Arquivo 30Giorni 12 - 2003
Sartre e o nascimento de Jesus. Um começo de promessa.
Não foi feito.
O filósofo francês e o nascimento de Jesus
Natal de 1940: o escritor francês, internado num campo de
prisioneiros alemão, compõe uma história para ser recitada num quartel. É o
texto teatral Bariona, ou le Fils du tonnrre. Encontramos um Sartre inédito que
por um instante parece comovido pelo carinho maravilhado de Maria, pelo olhar
de José e pela esperança dos Magos e dos pastores diante do menino Deus.
"Eles juntam as mãos e pensam: algo começou. E eles estão errados..."
por Massimo Borghesi
1. O ateísmo de Sartre: uma filosofia sem autoria?
«Qual é a verdadeira face de Sartre?» Charles Moeller se perguntou num
esplêndido ensaio dedicado ao autor1. «Será a experiência existencial da
náusea, face à superabundância cega e obscena da natureza? Ou essa náusea é
apenas uma consequência? Existe, originalmente, uma opção, uma escolha a favor
de um certo tipo de experiência humana em detrimento de outros? Por outras
palavras, a náusea é o facto fundamental ou é a escolha do pensamento ateísta
que obriga a ver apenas um lado da vida e sempre o mesmo?”2. Para responder à
pergunta, Moeller tenta decifrar o “paradoxo” do homem Sartre, para redescobrir
o nível de experiência por trás de seu pensamento. Este nível é apreendido a
partir de uma lacuna, a da paternidade, que afeta toda a visão de mundo do
filósofo. Não escreveu talvez, recordando a sua infância, «naquela época éramos
todos, mais ou menos, órfãos de pai: os nossos pais ou estavam mortos ou
estavam na frente, e os que restavam, deficientes, covardes, tentavam ser
esquecidos pelo próprios filhos; era o reino das mães"3? Para Moeller
«parece que faltava a Sartre uma experiência fundamental, a da paternidade. […]

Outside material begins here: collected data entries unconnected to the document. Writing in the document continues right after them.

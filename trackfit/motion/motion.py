"""What every motion tells the engine: its parameters and its transition over one step.

A motion's state holds k two-dimensional quantities (the position, then perhaps the velocity), and
moves in steps that are linear and Gaussian once the velocity field u is taken at the step's start:

    z' = (F x I2) z + (G x I2) u(x, t) + e,      e ~ N(0, Q x I2)

with F (k x k), G (k) and Q (k x k) the same for both axes.
"""

from __future__ import annotations

from typing import ClassVar, NamedTuple, Protocol

from jaxtyping import Array, Float

from trackfit.motion.blocks import Matrix, Vector


class Transition(NamedTuple):
    """The linear-Gaussian step of a motion, for many steps; W is the inverse of Q.

    Matrices are lists of rows, their elements vectors over steps or 0 for a structural zero;
    log_det is log det Q for one axis.
    """

    F: Matrix
    G: Vector
    W: Matrix
    log_det: Float[Array, " steps"]


class MotionParameter(NamedTuple):
    """A positive parameter of a motion; the engine works with its logarithm."""

    name: str
    unit: str
    prior_median: float
    prior_log_sd: float


class Motion(Protocol):
    """A kind of motion. Instances hold no data and are hashable, so that JAX can key on them."""

    name: ClassVar[str]
    k: ClassVar[int]
    parameters: ClassVar[tuple[MotionParameter, ...]]

    def transition(
        self, log_parameters: Float[Array, " parameters"], dt_hours: Float[Array, " steps"]
    ) -> Transition:
        """F, G, W and log det Q for steps of the given lengths."""
        ...

    def start_precision(
        self, log_parameters: Float[Array, " parameters"], position_sd_km: Float[Array, ""]
    ) -> Float[Array, " k"]:
        """Prior precision, per axis, of each quantity of the first state."""
        ...

    def starting_values(self, speed_scale: float) -> tuple[float, ...]:
        """Rough natural values to start a fit from, given a diffusion in km per sqrt(hour)."""
        ...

Faltou-lhe a experiência do vínculo íntimo que une o sentido de Deus e o
sentido da paternidade»4. Órfão, ele presencia, ainda na infância, a entrada na
casa de um padrasto, novo marido de sua mãe. É uma situação semelhante à de
Baudelaire, autor estudado por Sartre, em quem poderia encontrar uma situação
semelhante à sua. «Talvez tenha vivido o mesmo drama, mas resolveu-o de uma
forma diferente, com a negação orgulhosa da paternidade, com a afirmação
violenta da autonomia absoluta, que em breve fará do eixo da sua filosofia»5.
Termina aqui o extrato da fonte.